To quantify if this model could be appropriate for predicting the ridership we should take a look at the residuals to see whether or not they are distributed normally, in which case our model would be a great model, or they do not follow a normal distribution and then we have a poor regression model. In the following figure we can see both the histogram and the probability plot of the residuals (actual values - predicted values) for our regression model.

Original vs Predicted ENTRIESn_hourly

So given the R2 parameters we could say that is a good estimation, whereas if we take a look to the above figures we would not say the same. We can see that the histogram of the residuals has long tails (specially the right tail) and this effect can also be viewed in the probability plot, that tells us that the distribution is clearly not-normal. The presence of high residuals tells us that there is a considerable quantity of values for actual values that our model is not able to reproduce, giving those high values of residuals that can be viewed in both tails of the histogram and also in the points that move away the straight red line in the probability plot.

3.2 Regression model for each station

There is a high difference between riderships for different stations. This difference could be appreciated in the scatter plot of the entries per reading where we have a high number of dispersion and also a huge amount of outliers. The quickest way to visualize this is plotting the entries on each station:

Mean and median “entries between readings” for different stations

In the above figure we can see the mean and median values for the different stations. As we can see, this huge difference between stations will create a regression model with the aggregated data that may not be as precise and accurate as it could be if we split the data for the different stations and create a model for each one of them.

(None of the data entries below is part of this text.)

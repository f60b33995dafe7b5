// GET /api/health – database driver and migrations applied; no sign-in needed
import { appliedMigrationCount, journaledMigrationCount } from '@reelwright/db/client';
import { database } from '~/server/db';

export const dynamic = 'force-dynamic';

export async function GET() {
  try {
    const handle = await database();
    const applied = await appliedMigrationCount(handle.db);
    const pending = Math.max(0, journaledMigrationCount() - applied);
    return Response.json(
      {
        status: pending === 0 ? 'ok' : 'degraded',
        database: { driver: handle.driver, applied, pending },
      },
      { status: pending === 0 ? 200 : 503 },
    );
  } catch (error) {
    console.error('Health check failed', error);
    return Response.json({ status: 'down', database: null }, { status: 503 });
  }
}
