/**
 * The period's confirmed comebacks of one shop, as the shop page's comeback rate counts them:
 * jobs of the shop collected in the period (in its zone, by `asOf`) that came back inside the
 * warranty window; split by root cause, by the checklist step they trace to (by step code, so
 * versions of the standard add up), and by the original job's technician for the shop lead,
 * regional manager and owner. Outside the scope: not found.
 */
export async function comebackBreakdown(
  principal: Principal,
  shopId: number,
  period: PeriodQuery,
  asOf = new Date(),
): Promise<ComebackBreakdown> {
  const conn = await db();
  const [shop] = await conn
    .select({ id: shops.id })
    .from(shops)
    .where(and(eq(shops.id, shopId), shopScope(principal)));
  if (!shop) throw notFound('shop');
  const settings = await loadComebackSettings(conn);
  const hours = settings.warrantyDays * 24;
  const at = asOf.toISOString();
  const counted = `{${settings.countedAttributions.join(',')}}`;
  type Row = {
    dim: string;
    key: string | null;
    label: string | null;
    confirmed: number;
    counted: number;
  };
  const { rows } = await conn.execute<Row>(sql`
    with s as (
      select x.id,
        (${period.from}::date::timestamp at time zone x.time_zone) as t0,
        ((${period.to}::date + 1)::timestamp at time zone x.time_zone) as t1
      from shops x where x.id = ${shopId}
    ),
    c as (
      select cb.id, cb.attribution = any(${counted}::comeback_attribution[]) as counted,
        rc.code as cause_code, rc.label as cause_label,
        st.code as step_code, st.title as step_title,
        j.technician_id::text as tech_id, u.name as tech_name
      from s
      join jobs j on j.shop_id = s.id and j.collected_at >= s.t0 and j.collected_at < s.t1
        and j.collected_at <= ${at}::timestamptz
      join comebacks cb on cb.original_job_id = j.id and cb.original_shop_id = s.id
        and cb.status = 'confirmed' and cb.detected_at <= ${at}::timestamptz
        and cb.detected_at >= j.collected_at
        and cb.detected_at < j.collected_at + ${hours} * interval '1 hour'
      left join root_causes rc on rc.id = cb.root_cause_id
      left join service_standard_steps st on st.id = cb.checklist_step_id
      left join users u on u.id = j.technician_id
    )
    select 'cause' as dim, cause_code as key, min(cause_label) as label,
      count(*)::int as confirmed, (count(*) filter (where counted))::int as counted
    from c group by cause_code
    union all
    select 'step', step_code, min(step_title), count(*)::int, (count(*) filter (where counted))::int
    from c group by step_code
    union all
    select 'tech', tech_id, min(tech_name), count(*)::int, (count(*) filter (where counted))::int
    from c group by tech_id`);
  const seeTechnicians = principal.role !== 'technician';
  const collectedByTech = seeTechnicians
    ? (
        await conn.execute<{ key: string | null; label: string | null; n: number }>(sql`
          with s as (
            select x.id,
              (${period.from}::date::timestamp at time zone x.time_zone) as t0,
              ((${period.to}::date + 1)::timestamp at time zone x.time_zone) as t1
            from shops x where x.id = ${shopId}
          )
          select j.technician_id::text as key, min(u.name) as label, count(*)::int as n
          from s join jobs j on j.shop_id = s.id and j.collected_at >= s.t0
            and j.collected_at < s.t1 and j.collected_at <= ${at}::timestamptz
          left join users u on u.id = j.technician_id
          group by j.technician_id`)
      ).rows
    : [];
  const pick = (dim: string, none: string) =>
    rows
      .filter((r) => r.dim === dim)
      .map((r) => ({
        key: r.key ?? '',
        label: r.label ?? none,
        confirmed: Number(r.confirmed),
        counted: Number(r.counted),
      }))
      // Unnamed causes and steps go last: the named ones are what a lead can act on.
      .sort(
        (a, b) =>
          Number(a.key === '') - Number(b.key === '') ||
          b.confirmed - a.confirmed ||
          a.label.localeCompare(b.label),
      );
  const causes = pick('cause', 'Not recorded');
  const total = causes.reduce((n, r) => n + r.confirmed, 0);
  const totalCounted = causes.reduce((n, r) => n + r.counted, 0);
  let byTechnician: ComebackBreakdown['byTechnician'] = null;
  if (seeTechnicians) {
    const byKey = new Map(pick('tech', 'Unassigned').map((r) => [r.key, r]));
    byTechnician = collectedByTech
      .map((c) => {
        const key = c.key ?? '';
        const hit = byKey.get(key);
        return {
          key,
          label: c.label ?? 'Unassigned',
          collected: Number(c.n),
          confirmed: hit?.confirmed ?? 0,
          counted: hit?.counted ?? 0,
        };
      })
      .sort(
        (a, b) =>
          b.counted - a.counted || b.confirmed - a.confirmed || a.label.localeCompare(b.label),
      );
  }
  return {
    period,
    confirmed: total,
    counted: totalCounted,
    countedAttributions: settings.countedAttributions,
    warrantyDays: settings.warrantyDays,
    byRootCause: causes,
    byStep: pick('step', 'No step named'),
    byTechnician,
  };
}
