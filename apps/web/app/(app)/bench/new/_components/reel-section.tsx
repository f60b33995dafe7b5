'use client';

import { REEL_KIND_LABELS } from '~/lib/labels';
import { REEL_KINDS } from '~/lib/jobs';
import { formatCivilDate, USE_LABELS, WATER_LABELS } from '../../_components/format';
import {
  Choice,
  ChoiceFieldset,
  ChoiceRow,
  Field,
  inputClass,
  Section,
  TextField,
} from './check-in-fields';
import type { CheckInState } from './use-check-in';

const REEL_TEXT_FIELDS = [
  { key: 'maker', label: 'Maker' },
  { key: 'model', label: 'Model' },
  { key: 'size', label: 'Size (optional)', hint: 'As printed, e.g. 4000 or 30W' },
  { key: 'bearingCount', label: 'Bearings (optional)', inputMode: 'numeric' },
  { key: 'gearRatio', label: 'Gear ratio (optional)', hint: 'As printed, e.g. 6.2:1' },
  {
    key: 'serialNumber',
    label: 'Serial number (optional)',
    hint: 'As printed on the reel; it lets any shop of the network recognise a return',
  },
] as const;

/** Step 2, once the customer is known: one of their reels, or a new one described here. */
export function ReelSection({ form }: { form: CheckInState }) {
  const existing = form.chosen !== null && form.chosen !== 'new' ? form.chosen : null;
  return (
    <Section title="2. Reel" id="ci-section-reel">
      <p className="rounded-md border border-amber-300 bg-amber-50 px-4 py-3 text-amber-950">
        <span className="font-semibold">Caution: </span>
        reels often come in with hooks or lures still tied on. Remove and cap them before you handle
        the reel, and cut line away from your body.
      </p>
      {existing && existing.reels.length > 0 && (
        <ChoiceFieldset
          path="reel"
          legend="Which reel?"
          error={form.errors.reel}
          columns="md:grid-cols-2"
        >
          {existing.reels.map((r) => (
            <Choice
              key={r.id}
              name="reel"
              checked={form.reelChoice === r.id}
              onChange={() => form.pickReel(r.id)}
            >
              <span className="block font-semibold">
                {r.maker} {r.model} {r.size}
              </span>
              <span className="block text-sm text-slate-700">
                {REEL_KIND_LABELS[r.kind as keyof typeof REEL_KIND_LABELS]} ·{' '}
                {WATER_LABELS[r.water]} · {USE_LABELS[r.useProfile]}
                {r.lastServicedOn ? ` · last serviced ${formatCivilDate(r.lastServicedOn)}` : ''}
              </span>
            </Choice>
          ))}
          <Choice
            name="reel"
            checked={form.reelChoice === 'new'}
            onChange={() => form.pickReel('new')}
          >
            <span className="block font-semibold">Another reel</span>
            <span className="block text-sm text-slate-700">Add it below</span>
          </Choice>
        </ChoiceFieldset>
      )}
      {form.reelChoice === 'new' && (
        <div className={`grid gap-4 md:grid-cols-3 ${existing?.reels.length ? 'mt-6' : ''}`}>
          <Field path="reel.kind" label="Kind" error={form.errors['reel.kind']}>
            {(c) => (
              <select
                id={c.id}
                value={form.reel.kind}
                onChange={(e) => form.editReel('kind', e.target.value)}
                aria-invalid={c.invalid}
                aria-describedby={c.describedBy}
                className={inputClass}
              >
                <option value="">Choose…</option>
                {REEL_KINDS.map((k) => (
                  <option key={k} value={k}>
                    {REEL_KIND_LABELS[k]}
                  </option>
                ))}
              </select>
            )}
          </Field>
          {REEL_TEXT_FIELDS.map(({ key, ...field }) => (
            <TextField key={key} {...field} {...form.reelField(key)} />
          ))}
          <ChoiceRow
            name="useProfile"
            legend="Use"
            options={['light', 'heavy'] as const}
            labels={USE_LABELS}
            value={form.reel.useProfile}
            onChange={(u) => form.editReel('useProfile', u)}
          />
          <ChoiceRow
            name="water"
            legend="Water"
            options={['salt', 'fresh'] as const}
            labels={WATER_LABELS}
            value={form.reel.water}
            onChange={(w) => form.editReel('water', w)}
          />
        </div>
      )}
    </Section>
  );
}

In order to support this theory of the station-splitting-analysis in someway, different stations have been analyzed and a regression model has been created for each of them individually. The result could be viewed in the following image:

Regression model calculated per station

In this case I have chosen the 3 stations with higher mean entries (for making the comparison easier). The presented curves correspond to the same pattern I used to discuss the regression model for the aggregated data, that is, an histogram and a probability plot of the residuals. In this case the regression model created is much more accurate than before, reaching a R2 value of 0.8948 for the 59 ST-COLUMBUS station, which means that the 89,48% of the variability in the entries for this station could be explained by external variables like the weather and the time.

We have to take care because splitting the data also means that we will have less samples for each group, so there could be a case in which we do not have enough information to build a regression model (or the model would be wrong, for example if for one station we do not have data for rainy days).